Polyarteritis Nodosa (PAN) is a rare, serious autoimmune disorder that affects small and medium-sized arteries throughout the body. It causes inflammation and damage to the blood vessel walls, leading to a range of symptoms depending on which organs are affected. This blog provides a comprehensive overview of PAN, covering its causes, symptoms, diagnosis, management, and strategies for thriving with this condition.

Genes Involved

While there is no specific gene associated with PAN, certain genetic factors may influence susceptibility to developing the condition. Research suggests that HLA genes, involved in the immune system, may play a role in PAN development.

Recognizing the Signs and Symptoms

PAN‘s symptoms can vary depending on which organs are affected. Some common signs include:

  • Fever: A persistent, unexplained fever is a hallmark symptom of PAN.
  • Muscle and joint pain: This may be accompanied by tenderness and stiffness, especially in the legs and arms.
  • Skin problems: Skin lesions, such as nodules, ulcers, or purpura (red-purple spots), may appear.
  • Gastrointestinal issues: Abdominal pain, nausea, vomiting, and diarrhea can occur due to inflammation in the digestive tract.
  • Nervous system problems: Headache, numbness, tingling, and weakness in the limbs are possible due to blood vessel damage in the brain and spinal cord.
  • Kidney problems: Inflammation of the kidneys can lead to high blood pressure and decreased kidney function.
  • Eye problems: Vision changes, double vision, and pain in the eyes can occur due to inflammation of the blood vessels in the eyes.

Causes

The exact cause of PAN is unknown, but it is believed to be an autoimmune disorder where the body‘s immune system mistakenly attacks its own blood vessels.

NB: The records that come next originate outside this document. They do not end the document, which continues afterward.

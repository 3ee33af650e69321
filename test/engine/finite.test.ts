import fc from "fast-check";
import { describe, expect, it } from "vitest";
import { compare } from "../../src/engine/compare";
import type { Comparison, SingleReadout } from "../../src/engine/comparison";
import { finiteComparison } from "../../src/engine/finite";
import type { Plan } from "../../src/engine/plan";
import { findProblems } from "../../src/engine/question/problems";
import { planOf, seeded, tableOf } from "./fixtures";

/** Every number inside, with its path. */
function numbersIn(value: unknown, path = ""): [string, number][] {
  if (typeof value === "number") return [[path, value]];
  if (value === null || typeof value !== "object") return [];
  return Object.entries(value).flatMap(([key, inner]) => numbersIn(inner, `${path}.${key}`));
}
const notFinite = (c: Comparison) => numbersIn(c).filter(([, value]) => !Number.isFinite(value));

const { normal } = seeded(3);
const n = 60;
const y = Array.from({ length: n }, () => normal());
const g = y.map((_, i) => "ab"[i % 2]);
const x = y.map((_, i) => [1.7e308, -1.7e308, 0, 9e307][(i * 5 + Math.floor(i / 3)) % 4]);

describe("the last guard", () => {
  const sound = compare(tableOf({ y, g, x: y.map((v) => v * v) }), planOf("y", "g", ["x"]));
  const spoil = (readout: Partial<SingleReadout>): Comparison => ({
    ...sound,
    sets: sound.sets.map((set, i) =>
      i === 0
        ? set
        : {
            ...set,
            contrasts: [{ ...set.contrasts[0], readout: { ...(set.contrasts[0].readout as SingleReadout), ...readout } }],
          },
    ),
  });

  it("hands on a sound comparison as it is", () => expect(finiteComparison(sound)).toBe(sound));

  it("an estimate that is no number becomes no readout, and the set says so", () => {
    const found = finiteComparison(spoil({ estimate: Infinity }));
    expect(notFinite(found)).toEqual([]);
    expect(found.sets[0]).toBe(sound.sets[0]);
    expect(found.sets[1].contrasts[0].readout).toEqual({ kind: "none", reason: { code: "not-finite" } });
    expect(found.findings).toContainEqual({ code: "standard-error-missing", set: 1, why: "not-finite" });
  });

  it("an error that is no number takes interval, p, shift and word with it, and leaves the estimate", () => {
    const found = finiteComparison(spoil({ standardError: NaN }));
    expect(notFinite(found)).toEqual([]);
    const { estimate } = sound.sets[1].contrasts[0].readout as SingleReadout;
    expect(found.sets[1].contrasts[0].readout).toMatchObject({
      estimate,
      standardError: null,
      interval: null,
      p: null,
      change: null,
    });
  });
});

describe("at the ends of double range an error that cannot be computed is missing, with a note", () => {
  const first = (c: Comparison) => c.sets[0].contrasts[0].readout as SingleReadout;
  it("an outcome near 1e308", () => {
    const found = compare(tableOf({ y: x, g, z: y }), planOf("y", "g", ["z"]));
    expect(notFinite(found)).toEqual([]);
    expect(first(found).standardError).toBeNull();
    expect(found.findings).toContainEqual({ code: "standard-error-missing", set: 0, why: "not-finite" });
  });
  it("an exposure near 1e308: an error below double range is not an error of 0", () => {
    const found = compare(tableOf({ y, e: x, z: y.map((v) => v * v) }), planOf("y", "e", ["z"]));
    expect(first(found)).toMatchObject({ standardError: null, interval: null });
    expect(found.findings).toContainEqual({ code: "standard-error-missing", set: 0, why: "not-finite" });
  });
  it("a covariate near 1e308 is no different from the same one near 1", () => {
    const wide = compare(tableOf({ y, g, z: x }), planOf("y", "g", ["z"]));
    const near = compare(tableOf({ y, g, z: x.map((v) => v / 2 ** 1020) }), planOf("y", "g", ["z"]));
    const [a, b] = [wide, near].map((c) => c.sets[1].contrasts[0].readout as SingleReadout);
    expect(a.estimate).toBeCloseTo(b.estimate, 12);
    expect(a.standardError!).toBeCloseTo(b.standardError!, 12);
  });
});

describe("whatever a small table holds", () => {
  const cell = fc.oneof(
    { weight: 5, arbitrary: fc.double({ min: -100, max: 100, noNaN: true }) },
    { weight: 2, arbitrary: fc.integer({ min: -3, max: 3 }) },
    fc.constantFrom(null, 1e300, -1e300, 1.7e308, 5e-324, 1e-300, 1e8),
  );
  const amounts = (rows: number) =>
    fc.oneof(
      fc.array(cell, { minLength: rows, maxLength: rows }),
      fc.array(fc.integer({ min: 0, max: 2 }), { minLength: rows, maxLength: rows }),
      fc.constantFrom(0, 3, 1e300).map((v) => Array<number>(rows).fill(v)),
    );
  const words = (rows: number) => fc.array(fc.constantFrom("a", "b", "c", "none", null), { minLength: rows, maxLength: rows });
  const tables = fc.integer({ min: 1, max: 25 }).chain((rows) =>
    fc.record({
      y: amounts(rows),
      e: fc.oneof(amounts(rows), words(rows)),
      x: amounts(rows),
      z: fc.oneof(words(rows), amounts(rows)),
      w: fc.array(fc.integer({ min: 0, max: 3 }), { minLength: rows, maxLength: rows }),
      k: words(rows),
    }),
  );
  const plans = fc
    .record({
      variance: fc.constantFrom("classical", "HC0", "HC1", "HC2", "HC3", "CR1", "CR2"),
      form: fc.constantFrom("as is", "log", "category", { polynomial: 3 }, { spline: 3 }, { spline: 5 }),
      outcomeForm: fc.constantFrom("as is", "log"),
      weights: fc.constantFrom(null, "w"),
      margin: fc.constantFrom(null, 0.5, 2, 1e300),
      sets: fc.constantFrom("each", "steps", "every"),
      average: fc.constantFrom(null, "all rows"),
      slopesAlpha: fc.constantFrom(0.05, 0.9),
    })
    .map(
      ({ form, outcomeForm, ...rest }) =>
        ({
          outcome: { column: "y", form: outcomeForm },
          exposure: { column: "e" },
          covariates: [{ column: "x", form }, { column: "z" }],
          cluster: rest.variance.startsWith("CR") ? "k" : null,
          ...rest,
        }) as Plan,
    );

  it("compare answers: no exception, no number that is none, errors from 0 up, p in [0, 1], estimates inside their intervals", () => {
    let compared = 0;
    fc.assert(
      fc.property(tables, plans, (columns, plan) => {
        const table = tableOf(columns);
        if (findProblems(table, plan).length > 0) return;
        compared++;
        const found = compare(table, plan);
        expect(notFinite(found)).toEqual([]);
        for (const { rows } of found.rows.droppedBy) expect(rows).toBeLessThanOrEqual(found.rows.read);
        for (const { readout } of found.sets.flatMap((set) => set.contrasts)) {
          if (readout.kind === "varies" || readout.kind === "none") continue;
          const { estimate, standardError, interval, p } = readout;
          if (standardError !== null) expect(standardError).toBeGreaterThanOrEqual(0);
          if (p !== null) expect(p >= 0 && p <= 1).toBe(true);
          if (interval) expect(interval[0] <= estimate && estimate <= interval[1]).toBe(true);
        }
      }),
      { seed: 7, numRuns: 1500 },
    );
    expect(compared).toBeGreaterThan(1000);
  });
});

Some potential triggers include:

  • Viral infections: Certain viruses, such as hepatitis B and C, have been linked to PAN.
  • Medications: Some drugs, including penicillin and interferon-alpha, have been associated with PAN as a side effect.
  • Underlying conditions: Conditions like lupus, rheumatoid arthritis, and inflammatory bowel disease may increase the risk of developing PAN.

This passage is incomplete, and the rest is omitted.